_Required action:_
Every line holding "what" should be copied from the records below.

□ □ □ □

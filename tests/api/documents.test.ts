import { afterAll, beforeAll, beforeEach, describe, expect, it } from "vitest";
import type { PlanDocument } from "../../src/domain/plan-document/plan-document";
import { db } from "../../src/server/db/client";
import { listActivity } from "../../src/server/db/queries/activity";
import { findPlan, type PlanRow } from "../../src/server/db/queries/plans";
import { storeDrawing } from "../../src/server/drawings/drawings";
import { as } from "../fixtures/api-client";
import { floorPicture } from "../fixtures/images";
import { newMember, newOrganisation, type SignedInMember } from "../fixtures/organisation";
import { newPlan } from "../fixtures/sites";
import { startTestApp, type TestApp } from "../support/test-app";

let app: TestApp;
let planner: SignedInMember;
let other: SignedInMember;
let plan: PlanRow;

beforeAll(async () => {
  app = await startTestApp();
  const organisation = await newOrganisation("Document Office");
  planner = await newMember(organisation, ["planner"]);
  other = await newMember(organisation, ["planner", "auditor"]);
});
beforeEach(async () => {
  plan = await newPlan(planner);
});
afterAll(() => app.close());

const read = async (member = planner) =>
  (await as(app, member)("get", `/api/plans/${plan.id}/document`)).body;
const save = (baseVersion: number, document: unknown, member = planner) =>
  as(app, member)("put", `/api/plans/${plan.id}/document`).send({ baseVersion, document });
const opened = async (): Promise<PlanDocument> => (await read()).document;

const sensor = (id: string) => ({
  id,
  name: `Compass ${id}`,
  position: [4, 3, 1.1],
  limits: [{ kind: "static", limitT: 2e-6 }],
});

describe("the working copy", () => {
  it("begins as version 1 and gives back what was saved, with defaults filled in", async () => {
    expect(await read()).toMatchObject({
      version: 1,
      savedByName: planner.name,
      document: { name: plan.name },
    });
    const saved = await save(1, { ...(await opened()), sensors: [sensor("s1")] }, other);
    expect([saved.status, saved.body.version]).toEqual([200, 2]);
    expect(await read()).toMatchObject({
      version: 2,
      savedAt: saved.body.savedAt,
      savedByName: other.name,
      document: { sensors: [{ id: "s1", axis: null, limits: [{ id: "1", limitT: 2e-6 }] }] },
    });
  });

  it("answers a save on an older version with the present one and changes nothing", async () => {
    const document = await opened();
    await save(1, { ...document, sensors: [sensor("theirs")] }, other);
    const before = await read();
    const refused = await save(1, { ...document, sensors: [sensor("mine")] });
    expect([refused.status, refused.body.error.code]).toEqual([409, "document.conflict"]);
    expect(refused.body.error.detail).toEqual(before);
    expect(refused.body.error.message).toContain(other.name);
    expect(await read()).toEqual(before);
  });

  it("lets one of two saves win that start from the same version at the same moment", async () => {
    const document = await opened();
    const answers = await Promise.all(
      Array.from({ length: 6 }, (_, index) =>
        save(1, { ...document, sensors: [sensor(`s${String(index)}`)] }, index % 2 ? planner : other),
      ),
    );
    expect(answers.map(({ status }) => status).sort()).toEqual([200, 409, 409, 409, 409, 409]);
    expect((await read()).version).toBe(2);
  });

  it("makes no new version of an equal document, also when the answer to the first save was lost", async () => {
    const document = { ...(await opened()), sensors: [sensor("s1")] };
    const first = await save(1, document);
    for (const base of [1, 2]) {
      const again = await save(base, document);
      expect([again.status, again.body]).toEqual([200, first.body]);
    }
    expect((await read()).version).toBe(2);
  });

  it("refuses what the engine would refuse, each fault with its path, and keeps the old version", async () => {
    const document = { ...(await opened()), wings: 2, sensors: [{ ...sensor("s1"), limits: [] }] };
    const refused = await save(1, document);
    expect([refused.status, refused.body.error.code]).toEqual([422, "document.refused"]);
    expect(refused.body.error.faults.map((fault: { path: string }) => fault.path).sort()).toEqual([
      "sensors[0].limits",
      "wings",
    ]);
    expect((await read()).version).toBe(1);
  });

  it("checks the size before it reads the JSON", async () => {
    const answer = await as(app, planner)("put", `/api/plans/${plan.id}/document`)
      .set("Content-Type", "application/json")
      .send(`{"baseVersion":1,"document":"${"x".repeat(20_000_000)}`);
    expect([answer.status, answer.body.error.code]).toEqual([413, "request.too-large"]);
  });

  it("keeps a document of many megabytes to the byte", async () => {
    const notes = Array.from({ length: 5000 }, (_, index) => ({
      id: `n${String(index)}`,
      at: [index / 7, 1 / 3],
      text: `Ω 測 ${"µ".repeat(1000)}`,
    }));
    const document = { ...(await opened()), drawing: { notes } };
    expect((await save(1, document)).status).toBe(200);
    expect((await opened()).drawing).toEqual({ notes });
  });
});

describe("the drawing of a document", () => {
  const sheet = (drawingId: string) => ({
    sheet: { drawingId, widthPx: 90, heightPx: 60, originPx: [0, 60], metresPerPixel: 0.1, rotationDeg: 0 },
  });

  it("must be one of the plan's", async () => {
    const bytes = await floorPicture(90, 60).png().toBuffer();
    const own = await storeDrawing(planner, plan, { bytes, fileName: "floor.png" });
    const foreign = await storeDrawing(planner, await newPlan(planner), { bytes, fileName: "floor.png" });
    const document = await opened();
    for (const drawingId of [foreign.id, "nowhere", "Überall", crypto.randomUUID()]) {
      const refused = await save(1, { ...document, drawing: sheet(drawingId) });
      expect([refused.status, refused.body.error.faults?.[0]?.path]).toEqual([
        422,
        "drawing.sheet.drawingId",
      ]);
    }
    expect((await save(1, { ...document, drawing: sheet(own.id) })).status).toBe(200);
  });
});

describe("the name", () => {
  it("follows the document into the plan's row and the log", async () => {
    const saved = await save(1, { ...(await opened()), name: "  Level 2, store  " });
    expect(saved.status).toBe(200);
    expect((await opened()).name).toBe("Level 2, store");
    expect((await findPlan(db(), plan.organisationId, plan.id))?.name).toBe("Level 2, store");
    const [line] = await listActivity(db(), plan.organisationId, 1);
    expect(line).toMatchObject({ event: "plan.renamed", subjectId: plan.id, actorName: planner.name });
    expect(JSON.parse(line?.detail ?? "")).toEqual({ from: plan.name, to: "Level 2, store" });
  });

  it("may be neither empty nor another plan's, and a refused save leaves both as they were", async () => {
    const twin = await as(app, planner)("post", `/api/sites/${plan.siteId}/plans`).send({ name: "Twin" });
    expect(twin.status).toBe(201);
    const before = await read();
    for (const name of ["", "Twin"]) {
      const refused = await save(1, { ...before.document, name });
      expect([refused.status, refused.body.error.faults?.[0]?.path]).toEqual([422, "name"]);
    }
    expect(await read()).toEqual(before);
    expect((await findPlan(db(), plan.organisationId, plan.id))?.name).toBe(plan.name);
  });
});

describe("who may", () => {
  it("lets planners save and office roles read", async () => {
    const organisation = { id: planner.organisationId, name: "Document Office" };
    const auditor = await newMember(organisation, ["auditor"]);
    const installer = await newMember(organisation, ["installer"], [plan.siteId]);
    const stranger = await newMember(await newOrganisation("Reading Office"), ["planner"]);
    const document = await opened();
    const get = async (member: SignedInMember) =>
      (await as(app, member)("get", `/api/plans/${plan.id}/document`)).status;
    expect([await get(auditor), await get(installer), await get(stranger)]).toEqual([200, 403, 404]);
    const put = async (member: SignedInMember) => (await save(1, document, member)).status;
    expect([await put(auditor), await put(installer), await put(stranger)]).toEqual([403, 403, 404]);
  });
});
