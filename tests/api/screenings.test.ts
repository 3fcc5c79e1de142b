import { parse } from "csv-parse/sync";
import { createConnection } from "mysql2/promise";
import { afterAll, beforeAll, beforeEach, describe, expect, it } from "vitest";
import type { PlanDocumentInput } from "../../src/domain/plan-document/plan-document";
import { screeningResultSchema } from "../../src/domain/screening-result";
import { db } from "../../src/server/db/client";
import { listActivity } from "../../src/server/db/queries/activity";
import { listFindings } from "../../src/server/db/queries/findings";
import type { PlanRow } from "../../src/server/db/queries/plans";
import { listScreenings } from "../../src/server/db/queries/screenings";
import { screeningView } from "../../src/server/screenings/screenings";
import { as } from "../fixtures/api-client";
import { newMember, newOrganisation, type SignedInMember } from "../fixtures/organisation";
import { screenablePlan } from "../fixtures/screenable-plan";
import { newPlan } from "../fixtures/sites";
import { startTestApp, type TestApp } from "../support/test-app";

let app: TestApp;
let planner: SignedInMember;
let plan: PlanRow;
let version: number;

beforeAll(async () => {
  app = await startTestApp();
  planner = await newMember(await newOrganisation("Screening Office"), ["planner"]);
});
beforeEach(async () => {
  plan = await newPlan(planner);
  version = 1;
  await save(screenablePlan(plan.name));
});
afterAll(() => app.close());

async function save(document: PlanDocumentInput): Promise<void> {
  const saved = await as(app, planner)("put", `/api/plans/${plan.id}/document`).send({
    baseVersion: version,
    document,
  });
  expect(saved.status).toBe(200);
  version = saved.body.version;
}

const screen = (more: object = {}, member = planner) =>
  as(app, member)("post", `/api/plans/${plan.id}/screenings`).send({ version, ...more });
const stored = () => listScreenings(db(), planner.organisationId, plan.id, 10);

describe("screening a plan", () => {
  it("stores document, hash, engine and result, with a finding for each limit and a line in the log", async () => {
    const answer = await screen();
    expect([answer.status, answer.body.verdict]).toEqual([201, "over"]);
    expect(answer.body.url).toBe(`/plans/${plan.id}/screenings/${String(answer.body.id)}`);
    const view = await screeningView(planner, answer.body.id);
    expect(view.screening).toMatchObject({
      documentVersion: version,
      isCurrent: true,
      screenedByName: planner.name,
      inputHash: view.result.inputHash,
      engineVersion: view.result.engineVersion,
    });
    expect([view.document.name, view.plan.id, view.site.id]).toEqual([plan.name, plan.id, plan.siteId]);
    const findings = await listFindings(db(), planner.organisationId, answer.body.id);
    expect(
      findings.map(({ sensorId, sensorName, verdict, unit }) => [sensorId, sensorName, verdict, unit]),
    ).toEqual([
      ["far", "Bench 7", "within", "T"],
      ["near", "Compass, dock 3", "over", "T"],
    ]);
    const near = view.result.sensors.find(({ id }) => id === "near")?.findings[0];
    expect(findings[1]?.value).toBe(near?.value);
    const [line] = await listActivity(db(), planner.organisationId, 1);
    expect(line).toMatchObject({ event: "plan.screened", subjectId: answer.body.id });
  });

  it("gives the result back byte for byte, the same as a screening that keeps nothing", async () => {
    const { body } = await screen();
    const at = `/api/plans/${plan.id}/screenings/${String(body.id)}`;
    const kept = await as(app, planner)("get", at);
    expect(kept.headers["content-type"]).toBe("application/json; charset=utf-8");
    screeningResultSchema.parse(JSON.parse(kept.text));
    const working = await as(app, planner)("get", `/api/plans/${plan.id}/document`);
    const stateless = await as(app, planner)("post", "/api/screen").send(working.body.document);
    expect(stateless.text).toBe(kept.text);
  });

  it("says so when the working copy has moved on, and marks older screenings", async () => {
    const first = await screen();
    await save(screenablePlan(plan.name, 60));
    const late = await screen({ version: version - 1 });
    expect([late.status, late.body.error.code, late.body.error.detail]).toEqual([
      409,
      "state.conflict",
      { version },
    ]);
    expect((await screeningView(planner, first.body.id)).screening.isCurrent).toBe(false);
    expect(await stored()).toHaveLength(1);
  });

  it("refuses with its path what the engine does not compute, and stores nothing", async () => {
    const document = screenablePlan(plan.name);
    const there: [number, number, number] = [0, 0, 2.8];
    const circuits = document.circuits.map((circuit) => ({
      ...circuit,
      path: [there, [12, 0, 2.8] as typeof there, there],
    }));
    await save({ ...document, circuits });
    const refused = await screen();
    expect([refused.status, refused.body.error.code]).toEqual([422, "document.refused"]);
    expect(refused.body.error.faults[0].path).toBe("circuits[0].path");
    expect(await stored()).toEqual([]);
  });

  it("stores nothing at all when one part of it cannot be stored", async () => {
    const owner = await createConnection(app.database.ownerUrl);
    try {
      await owner.query(
        "create trigger no_findings before insert on findings for each row signal sqlstate '45000' set message_text = 'full'",
      );
      expect((await screen()).status).toBe(500);
      await owner.query("drop trigger no_findings");
    } finally {
      await owner.end();
    }
    expect(await stored()).toEqual([]);
    expect((await screen()).status).toBe(201);
  });

  it("is for planners and auditors of the organisation", async () => {
    const organisation = { id: planner.organisationId, name: "Screening Office" };
    const statuses = await Promise.all(
      (["auditor", "installer", "admin"] as const).map(
        async (role) => (await screen({}, await newMember(organisation, [role], [plan.siteId]))).status,
      ),
    );
    expect(statuses).toEqual([201, 403, 403]);
    const stranger = await newMember(await newOrganisation("Foreign Office"), ["planner"]);
    expect((await screen({}, stranger)).status).toBe(404);
    const { body } = await screen();
    const foreign = await newPlan(planner);
    for (const path of ["", "/positions.csv"]) {
      const own = `/screenings/${String(body.id)}${path}`;
      expect((await as(app, stranger)("get", `/api/plans/${plan.id}${own}`)).status).toBe(404);
      expect((await as(app, planner)("get", `/api/plans/${foreign.id}${own}`)).status).toBe(404);
    }
  });
});

describe("positions.csv", () => {
  it("lists each limit of each position, worst first, with units, and computes nothing", async () => {
    const document = screenablePlan(plan.name);
    const [near, far] = document.sensors;
    if (near === undefined || far === undefined) throw new Error("The fixture has no sensors.");
    await save({ ...document, sensors: [{ ...near, name: '=HYPERLINK("x"), dock 3' }, far] });
    const { body } = await screen();
    const answer = await as(app, planner)(
      "get",
      `/api/plans/${plan.id}/screenings/${String(body.id)}/positions.csv`,
    );
    expect(answer.headers["content-type"]).toBe("text/csv; charset=utf-8; header=present");
    expect(answer.headers["content-disposition"]).toContain("attachment;");
    expect(answer.text.startsWith("\ufeff")).toBe(true);
    const rows: Record<string, string>[] = parse(answer.text, { bom: true, columns: true });
    expect(
      rows.map((row) => [row["Position"], row["Verdict of the position"], row["x (m)"], row["z (m)"]]),
    ).toEqual([
      ['\'=HYPERLINK("x"), dock 3', "over", "6", "2.8"],
      ["Bench 7", "within", "6", "1"],
    ]);
    const { result } = await screeningView(planner, body.id);
    const finding = result.sensors.find(({ id }) => id === "near")?.findings[0];
    expect(Number(rows[0]?.["Value (µT, µT/m or °, see Unit)"])).toBeCloseTo((finding?.value ?? 0) * 1e6, 3);
    expect(rows[0]?.["Unit"]).toBe("µT");
    expect(rows[0]?.["Largest spenders"]).toBe("UPS string A 100.0 %");
  });
});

□ □ □ □

_Result of this task:_
  it("begins as version 1 and gives back what was saved, with defaults filled in", async () => {
  it("refuses what the engine would refuse, each fault with its path, and keeps the old version", async () => {
  it("refuses with its path what the engine does not compute, and stores nothing", async () => {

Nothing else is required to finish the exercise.